This repository contains the three environments introduced in 'Physically Embedded Planning Problems: New Challenges for Reinforcement Learning'
If you use this package, please cite our accompanying tech report:
@misc{mirza2020physically,
title={Physically Embedded Planning Problems: New Challenges for Reinforcement Learning},
author={Mehdi Mirza and Andrew Jaegle and Jonathan J. Hunt and Arthur Guez and Saran Tunyasuvunakool and Alistair Muldal and Théophane Weber and Peter Karkus and Sébastien Racanière and Lars Buesing and Timothy Lillicrap and Nicolas Heess},
year={2020},
eprint={2009.05524},
archivePrefix={arXiv},
primaryClass={cs.AI}
}
This repository is divided into 'mujoban' and 'board_games' folders. Both of them are built on top of dm_control which requires MuJoCo. Please follow these instructions to install MuJoCo. Other dependencies can be installed by:
pip3 install -r requirements.txt
The game logic is based on open_spiel. Please install as instructed here. gnugo is required to play the game of Go against a non-random opponent. gnugo can be installed in Ubuntu by:
apt install gnugo
Board game scripts expect gnugo binary to be at: /usr/games/gnugo
. Users can
change this path inside board_games/go_logic.py
This library has only been tested on Ubuntu.
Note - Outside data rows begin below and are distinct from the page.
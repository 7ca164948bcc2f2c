import { describe, expect, it } from 'vitest'
import { makeCentreline } from '~/track/centreline'
import { turningNumber } from '~/track/turning-number'
import type { Position } from '~/track/units'

/** Positions at equal steps of a parameter around 12.6° W, 54.2° N. */
const ring = (shape: (t: number) => readonly [x: number, y: number], count = 60): Position[] =>
  Array.from({ length: count }, (_, i) => {
    const [x, y] = shape((2 * Math.PI * i) / count)
    return [-12.6 + x * 0.006, 54.2 + y * 0.0035]
  })

const anticlockwise = ring((t) => [Math.cos(t), Math.sin(t) * (1 + 0.4 * Math.cos(3 * t))])
const eight = ring((t) => [Math.sin(2 * t), Math.cos(t)])

describe('how often a lap turns round', () => {
  it('once, by the way it is drawn', () => {
    expect(turningNumber(makeCentreline(anticlockwise))).toBe(1)
    expect(turningNumber(makeCentreline([...anticlockwise].reverse()))).toBe(-1)
  })

  it('not at all where the lap crosses itself once', () => {
    expect(turningNumber(makeCentreline(eight))).toBe(0)
  })

  it('wherever the drawing begins', () => {
    const begun = [...anticlockwise.slice(23), ...anticlockwise.slice(0, 23)]
    expect(turningNumber(makeCentreline(begun))).toBe(1)
  })
})
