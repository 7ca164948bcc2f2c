import { type LngLat, type Metres, metres, type Position } from '~/track/units'

/** Metres east (x) and north (y) of a plane's middle. */
export interface PlanePoint {
  readonly x: number
  readonly y: number
}

/** The tangent plane of one layout. Holds for circuits up to 30 km; a position on the far half of the earth folds back. */
export interface Plane {
  readonly toPlane: (position: LngLat | Position) => PlanePoint
  /** Exact inverse of `toPlane` (closed form). */
  readonly toLngLat: (point: PlanePoint) => LngLat
  /** Direction of true north in the plane at a position, degrees clockwise from the y axis: the meridians converge. */
  readonly northAt: (position: LngLat | Position) => number
}

/** WGS 84 semi-major axis in metres and flattening (EPSG:4326, ellipsoid EPSG:7030). */
const a = 6378137
const f = 1 / 298.257223563
const e2 = f * (2 - f)
const radian = Math.PI / 180

/** Longitude brought to −180 ≤ λ < 180. */
export const normalLongitude = (longitude: number) => longitude - 360 * Math.floor((longitude + 180) / 360)

/** Radius of curvature in the prime vertical, from sin φ. */
const primeVertical = (sinLatitude: number) => a / Math.sqrt(1 - e2 * sinLatitude * sinLatitude)

/** Middle of the bounding box, the longitudes taken the short way round from the first one. */
function middleOf(positions: readonly (LngLat | Position)[]): LngLat {
  const reference = positions[0]![0]
  let west = 0
  let east = 0
  let south = 90
  let north = -90
  for (const [longitude, latitude] of positions) {
    const east0 = normalLongitude(longitude - reference)
    west = Math.min(west, east0)
    east = Math.max(east, east0)
    south = Math.min(south, latitude)
    north = Math.max(north, latitude)
  }
  return [normalLongitude(reference + (west + east) / 2), (south + north) / 2]
}

/**
 * The tangent plane at the middle of the positions' bounding box: WGS 84 longitude and latitude to earth-centred
 * coordinates on the ellipsoid (heights left out), then their east and north components there. Works across ±180°.
 * Lengths are short by d²/2R² at most, d metres from the middle: under 0.0001 % at 7.5 km.
 * Throws a RangeError without positions.
 * Source of the formulas: geocentric and topocentric conversions, IOGP Guidance Note 7-2 (EPSG methods 9602, 9837).
 */
export function makePlane(positions: readonly (LngLat | Position)[]): Plane {
  if (positions.length === 0) throw new RangeError('A plane needs at least one position')
  const [longitude0, latitude0] = middleOf(positions)
  const sin0 = Math.sin(latitude0 * radian)
  const cos0 = Math.cos(latitude0 * radian)
  const outward0 = primeVertical(sin0) * cos0
  const polar0 = primeVertical(sin0) * (1 - e2) * sin0

  const toPlane = (position: LngLat | Position): PlanePoint => {
    const eastward = (position[0] - longitude0) * radian
    const latitude = position[1] * radian
    const sin = Math.sin(latitude)
    const n = primeVertical(sin)
    const nCos = n * Math.cos(latitude)
    const outward = nCos * Math.cos(eastward) - outward0
    const polar = n * (1 - e2) * sin - polar0
    return { x: nCos * Math.sin(eastward), y: cos0 * polar - sin0 * outward }
  }

  // The vertical line through (x, y) meets the ellipsoid p² + x² + Z²/(1 − e²) = a² at the height u: a quadratic.
  const toLngLat = ({ x, y }: PlanePoint): LngLat => {
    const p = outward0 - sin0 * y
    const z = polar0 + cos0 * y
    const b = p * cos0 + (z * sin0) / (1 - e2)
    const c = p * p + x * x + (z * z) / (1 - e2) - a * a
    const u = -c / (b + Math.sqrt(b * b - (cos0 * cos0 + (sin0 * sin0) / (1 - e2)) * c))
    const outward = p + cos0 * u
    const latitude = Math.atan2(z + sin0 * u, (1 - e2) * Math.hypot(outward, x))
    return [normalLongitude(longitude0 + Math.atan2(x, outward) / radian), latitude / radian]
  }

  const northAt = (position: LngLat | Position) => {
    const eastward = (position[0] - longitude0) * radian
    const latitude = position[1] * radian
    const x = -Math.sin(latitude) * Math.sin(eastward)
    const y = sin0 * Math.sin(latitude) * Math.cos(eastward) + cos0 * Math.cos(latitude)
    return Math.atan2(x, y) / radian
  }

  return { toPlane, toLngLat, northAt }
}

/**
 * Straight distance in metres between two positions: the chord through the earth between their places on the ellipsoid
 * (heights left out), short of the geodesic by c²/24R²: under 0.0001 % at 30 km.
 */
export function straightDistance(from: LngLat | Position, to: LngLat | Position): Metres {
  const sinFrom = Math.sin(from[1] * radian)
  const sinTo = Math.sin(to[1] * radian)
  const nFrom = primeVertical(sinFrom)
  const nTo = primeVertical(sinTo)
  const outFrom = nFrom * Math.cos(from[1] * radian)
  const outTo = nTo * Math.cos(to[1] * radian)
  const half = Math.sin(((to[0] - from[0]) * radian) / 2)
  const polar = (1 - e2) * (nTo * sinTo - nFrom * sinFrom)
  const around = 4 * outFrom * outTo * half * half
  return metres(Math.sqrt((outTo - outFrom) ** 2 + around + polar * polar))
}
The code snippets below show examples of instantiating each of the environments.
from dm_control import composer
from dm_control.locomotion import walkers
from physics_planning_games.mujoban.mujoban import Mujoban
from physics_planning_games.mujoban.mujoban_level import MujobanLevel
from physics_planning_games.mujoban.boxoban import boxoban_level_generator
walker = walkers.JumpingBallWithHead(add_ears=True, camera_height=0.25)
maze = MujobanLevel(boxoban_level_generator)
task = Mujoban(walker=walker,
maze=maze,
control_timestep=0.1,
top_camera_height=96,
top_camera_width=96)
env = composer.Environment(time_limit=1000, task=task)
from physics_planning_games import board_games
environment_name = 'go_7x7'
env = board_games.load(environment_name=environment_name)
The returned environments are of type of dm_env.Environment
and can be stepped
through as shown here with random actions:
import numpy as np
timestep = env.reset()
action_spec = env.action_spec()
while True:
action = np.stack([
np.random.uniform(low=minimum, high=maximum)
for minimum, maximum in zip(action_spec.minimum, action_spec.maximum)
])
timestep = env.step(action)
For visualization of the environments explore.py
loads them using the viewer
from dm_control.
For more details please refer to the tech report, dm_control and dm_env.